ACTIVITY ::
Please copy exactly the lines that run from the start of the entries to the line containing "const float x = std::round(x_of(c));", inclusive.

[Start of section]

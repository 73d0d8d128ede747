// The lane — see lane.h.
#include "ui/screens/lane.h"

#include "ui/screens/palette.h"
#include "ui/screens/screen.h"
#include "ui/screens/widgets.h"

#include <algorithm>
#include <cmath>
#include <string>

namespace beatless::ui {

void draw_lane(ImDrawList* dl, float x0, float y0, float w, float band_h, const LaneView& v) {
    const float u = ui_unit();
    const float lx0 = std::round(x0), lx1 = std::round(x0 + w);
    const float cx = 0.5f * (lx0 + lx1);
    const float ppc = (lx1 - lx0) / static_cast<float>(2.0 * kLaneHalfCents);
    const float by0 = std::round(y0), by1 = std::round(y0 + band_h);
    auto x_of = [&](double dev) { return cx + static_cast<float>(dev) * ppc; };

    dl->AddRectFilled(ImVec2(lx0, by0), ImVec2(lx1, by1), palette::kPanelRaised);
    const double tol = v.in_tune_cents;
    dl->AddRectFilled(ImVec2(std::round(x_of(-tol)), by0), ImVec2(std::round(x_of(tol)), by1), palette::kInTuneZone);
    // Ticks every 5 cents from the bottom edge, longer every 10; labels below.
    for (int c = -50; c <= 50; c += 5) {
        const float x = std::round(x_of(c));
        const bool major = c % 10 == 0;
        const float len = c == 0 ? band_h : std::round(band_h * (major ? 0.32f : 0.18f));
        const float th = c == 0 ? std::max(2.0f, std::round(0.1f * u)) : 1.0f;
        dl->AddRectFilled(ImVec2(x - std::floor(th * 0.5f), by1 - len), ImVec2(x - std::floor(th * 0.5f) + th, by1),
                          c == 0 ? palette::kTextDim : palette::kGrid);
        if (major) {
            const std::string s = c == 0 ? std::string("0") : signed_text(c, 0);
            draw_text_centred(dl, FontFace::body, x, by1 + std::round(0.2f * u), palette::kTextDim, s);
        }
    }
    // The ends in words, for whoever reads the lane for the first time; an
    // end where the marker is pinned shows the value there instead.
    const Verdict* vd = v.verdict && v.verdict->known() ? v.verdict : nullptr;
    const bool out = vd && std::fabs(vd->dev_cents) > kLaneHalfCents;
    const double pinned_side = out ? vd->dev_cents : 0.0;
    if (!(pinned_side < 0.0))
        draw_text(dl, FontFace::body, ImVec2(lx0 + std::round(0.4f * u), by0 + std::round(0.2f * u)), palette::kTextDim,
                  v.low_word);
    if (!(pinned_side > 0.0))
        draw_text(
            dl, FontFace::body,
            ImVec2(lx1 - std::round(0.4f * u) - text_size(FontFace::body, v.high_word).x, by0 + std::round(0.2f * u)),
            palette::kTextDim, v.high_word);

    if (!vd) return;
    const bool current = vd->current();
    const double target = vd->reading.target_cents;
    const Tuning t = tuning_of(vd->dev_cents, tol);
    const std::uint32_t col = current ? tuning_colour(t) : palette::kTextDim;
    const float mid = std::round(0.5f * (by0 + by1));

    // Trail: the last half second of instantaneous pitch, fading with age
    // (only while the verdict is current: a trail never outlives the sound).
    const std::size_t trail_n = current && v.trail ? v.trail->size() : 0;
    const double now_t = vd->reading.t_s;
    for (std::size_t i = trail_n; i-- > 0;) {
        const pitch::Reading& r = v.trail->at(i);
        const double age = now_t - r.t_s;
        if (age > kLaneTrailS) break;
        if (!r.voiced() || age < 0.0) continue;
        const double dev = r.cents_above_root - target;
        if (std::fabs(dev) > kLaneHalfCents) continue;
        const unsigned a = static_cast<unsigned>(std::lround(150.0 * (1.0 - age / kLaneTrailS)));
        const float rr = std::round(0.22f * u);
        dl->AddRectFilled(ImVec2(std::round(x_of(dev)) - rr, mid - rr), ImVec2(std::round(x_of(dev)) + rr, mid + rr),
                          palette::with_alpha(col, a));
    }

    // The marker: a needle across the band with the state's shape above it;
    // hollow and dim when it only remembers the last verdict.
    const double dev_now = vd->dev_cents;
    const double pinned = std::clamp(dev_now, -kLaneHalfCents, kLaneHalfCents);
    const float mx = std::round(x_of(pinned));
    const float nw = std::max(3.0f, std::round(0.3f * u));
    const float nx0 = mx - std::floor(nw * 0.5f);
    const ImVec2 n0(nx0, by0 - std::round(0.25f * u)), n1(nx0 + nw, by1 + std::round(0.1f * u));
    if (current)
        dl->AddRectFilled(n0, n1, col);
    else
        dl->AddRect(n0, n1, col, 0.0f, 0, 1.0f);
    const float head_r = std::round(0.5f * u);
    const ImVec2 head(mx, by0 - std::round(0.35f * u) - head_r);
    if (current)
        draw_tuning_shape(dl, t, head, head_r, col);
    else {
        const float lw = text_size(FontFace::body, "last").x;
        draw_text(dl, FontFace::body, ImVec2(std::round(std::clamp(mx - 0.5f * lw, lx0, lx1 - lw)), head.y - 0.6f * u),
                  col, "last");
    }
    if (out) {  // pinned: an arrow outward and the verdict's value
        const float dir = dev_now > 0 ? 1.0f : -1.0f;
        dl->AddTriangleFilled(ImVec2(mx + dir * 1.6f * u, mid), ImVec2(mx + dir * 0.5f * u, mid - 0.7f * u),
                              ImVec2(mx + dir * 0.5f * u, mid + 0.7f * u), col);
        const std::string s = signed_text(dev_now, 0) + " c";
        const float sw = text_size(FontFace::bold, s).x;
        draw_text(dl, FontFace::bold, ImVec2(dir > 0 ? mx - sw - 0.8f * u : mx + 0.8f * u, by0 + 0.15f * u),
                  current ? palette::kText : col, s);
    }

    // Secondary: while the verdict is the vibrato centre, the instantaneous
    // pitch as a small tick on its own track below the labels, marked "now".
    if (v.show_now && current && vd->source == VerdictSource::centre && std::isfinite(vd->reading.dev_cents)) {
        const double c = std::clamp(vd->reading.dev_cents, -kLaneHalfCents, kLaneHalfCents);
        const float dy = by1 + std::round(1.2f * u) + std::round(0.6f * u) + std::round(0.5f * u);
        const float dx = std::round(x_of(c));
        const float r = std::round(0.45f * u);
        dl->AddTriangleFilled(ImVec2(dx, dy - r), ImVec2(dx - r, dy + r), ImVec2(dx + r, dy + r),
                              palette::kCentreMarker);
        // Its word on the side with room: right of it, or left near the sharp end.
        const float word_w = text_size(FontFace::body, "now").x;
        const float wx = dx + 0.9f * u + word_w <= lx1 + 0.5f * u ? dx + 0.9f * u : dx - 0.9f * u - word_w;
        draw_text(dl, FontFace::body, ImVec2(std::round(wx), dy - 0.5f * u), palette::kTextDim, "now");
    }
}

}  // namespace beatless::ui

[End of section]

THE ANSWER ::
repository 73d0d8d128ede747
// The lane — see lane.h.
#include "ui/screens/lane.h"

#include "ui/screens/palette.h"
#include "ui/screens/screen.h"
#include "ui/screens/widgets.h"

#include <algorithm>
#include <cmath>
#include <string>

namespace beatless::ui {

void draw_lane(ImDrawList* dl, float x0, float y0, float w, float band_h, const LaneView& v) {
    const float u = ui_unit();
    const float lx0 = std::round(x0), lx1 = std::round(x0 + w);
    const float cx = 0.5f * (lx0 + lx1);
    const float ppc = (lx1 - lx0) / static_cast<float>(2.0 * kLaneHalfCents);
    const float by0 = std::round(y0), by1 = std::round(y0 + band_h);
    auto x_of = [&](double dev) { return cx + static_cast<float>(dev) * ppc; };

    dl->AddRectFilled(ImVec2(lx0, by0), ImVec2(lx1, by1), palette::kPanelRaised);
    const double tol = v.in_tune_cents;
    dl->AddRectFilled(ImVec2(std::round(x_of(-tol)), by0), ImVec2(std::round(x_of(tol)), by1), palette::kInTuneZone);
    // Ticks every 5 cents from the bottom edge, longer every 10; labels below.
    for (int c = -50; c <= 50; c += 5) {
        const float x = std::round(x_of(c));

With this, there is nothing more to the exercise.